Mir fällt spontan ein selbstentpackendes Archiv ein, das Du dem Empfänger schicken könntest.


----------



## drboe (8 Februar 2008)

*AW: pdf-Dateien verschlüsseln*

Falls mit "verschlüsseln" gemeint ist, dass Du die Rechte für das Öffnen (Passwort!), Drucken, Ändern, Objekte kopieren, Text kopieren  usw. meinst: das geht mit OpenOffice sehr einfach. 
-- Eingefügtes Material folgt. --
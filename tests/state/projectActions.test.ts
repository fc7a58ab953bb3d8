// Opening a file over unsaved changes asks first, as New does; "Cancel" changes nothing.
import { afterEach, beforeEach, describe, expect, it, vi } from 'vitest';
import { setProjectInfo } from '../../src/core/model/commands/setProjectInfo';
import { serializeProject } from '../../src/io/projectFile';
import { useDocStore } from '../../src/state/docStore';
import { SAMPLE_SECTION, sampleDoc } from '../io/files/sampleDoc';

vi.mock('../../src/io/decodeScan', () => ({ decodeScan: async () => ({ ok: false, message: 'cannot decode in tests' }) }));
const { newProject, openNotes, openProjectFile } = await import('../../src/state/projectActions');
const { putScan } = await import('../../src/state/scanCache');

const other = new File([JSON.stringify(SAMPLE_SECTION)], 'other-section.json');
const confirm = vi.fn<(q: string) => boolean>();

describe('openProjectFile over unsaved changes', () => {
  beforeEach(() => {
    vi.stubGlobal('window', { confirm });
    confirm.mockReset();
    useDocStore.getState().replace(sampleDoc());
    useDocStore.getState().apply((d) => setProjectInfo(d, { title: 'Edited, not saved' }));
  });
  afterEach(() => vi.unstubAllGlobals());

  it('asks, and on Cancel leaves the document, the history and the dirty state as they were', async () => {
    confirm.mockReturnValue(false);
    const before = useDocStore.getState();
    expect(await openProjectFile(other)).toBe(false);
    expect(confirm).toHaveBeenCalledTimes(1);
    expect(confirm.mock.calls[0][0]).toMatch(/Discard the changes not saved.*other-section\.json/);
    const after = useDocStore.getState();
    expect(after.doc).toBe(before.doc);
    expect(after.past).toBe(before.past);
    expect([after.revision, after.savedRevision]).toEqual([before.revision, before.savedRevision]);
    expect(after.doc.title).toBe('Edited, not saved');
  });

  it('asks, and on OK opens the file', async () => {
    confirm.mockReturnValue(true);
    expect(await openProjectFile(other)).toBe(true);
    expect(confirm).toHaveBeenCalledTimes(1);
    expect(useDocStore.getState().doc.title).toBe('other-section');
  });

  it('does not ask for a file that cannot be opened (its message is enough), nor when all is saved', async () => {
    expect(await openProjectFile(new File(['{"format":"foldroot-project","version":1'], 'bad.json'))).toBe(false);
    expect(confirm).not.toHaveBeenCalled();
    useDocStore.getState().markSaved();
    expect(await openProjectFile(new File([serializeProject(sampleDoc(), null)], 'saved.json'))).toBe(true);
    expect(confirm).not.toHaveBeenCalled();
  });

  it('New asks the same question and keeps the document on Cancel', () => {
    confirm.mockReturnValue(false);
    const before = useDocStore.getState().doc;
    newProject();
    expect(confirm.mock.calls[0][0]).toMatch(/Discard the changes not saved/);
    expect(useDocStore.getState().doc).toBe(before);
  });
});

describe('openNotes', () => {
  const doc = { ...sampleDoc(), scan: { id: 'scan-kept', name: 'away.png', widthPx: 10, heightPx: 10, type: 'image/png' } };
  const notes = ['The scan "away.png" is not stored in this file; open the image again to see it.'];

  it('keeps "open the image again" when the scan is not in this browser', () => {
    expect(openNotes(notes, doc, false)).toEqual(notes);
  });

  it('says the scan shown is the one still open in this browser when it is cached under the same id', () => {
    putScan('scan-kept', { bitmap: {} as ImageBitmap, bytes: new Blob() });
    const said = openNotes(notes, doc, false).join(' ');
    expect(said).toMatch(/The file has no scan; showing "away\.png", still open in this browser/);
    expect(said).not.toMatch(/open the image again/);
    // A file that carries its scan needs no such note.
    expect(openNotes([], doc, true)).toEqual([]);
  });
});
- Man wählt Datei->Exportieren als PDF, 
- klickt in der Dialogbox oben auf  auf "Sicherheit", 
- setzt die Option "PDF-Dokument verschlüsseln" -> kann dann ein Passwort für das Öffnen eingeben, 
- wählt "Rechtevergabe" -> kann deren Änderung ebenfalls per Passwort sichern, und
- setzt die Optionen wie gewünscht. 
- Dann exportieren

Fertig.

Ich habe die OO Versionen 2.3.1 (Linux) und 2.3.0 (Windows). Die Funktion ist sowohl in der Linux als auch der Windows Version vorhanden.

M. Boettcher


----------



## nattkolt (22 Februar 2008)

*AW: pdf-Dateien verschlüsseln*



drboe schrieb:


> Falls mit "verschlüsseln" gemeint ist, dass Du die Rechte für das Öffnen (Passwort!), Drucken, Ändern, Objekte kopieren, Text kopieren  usw. meinst: das geht mit OpenOffice sehr einfach.



Danke, war genau das was ich gesucht habe.

Gruss
nattkolt


----------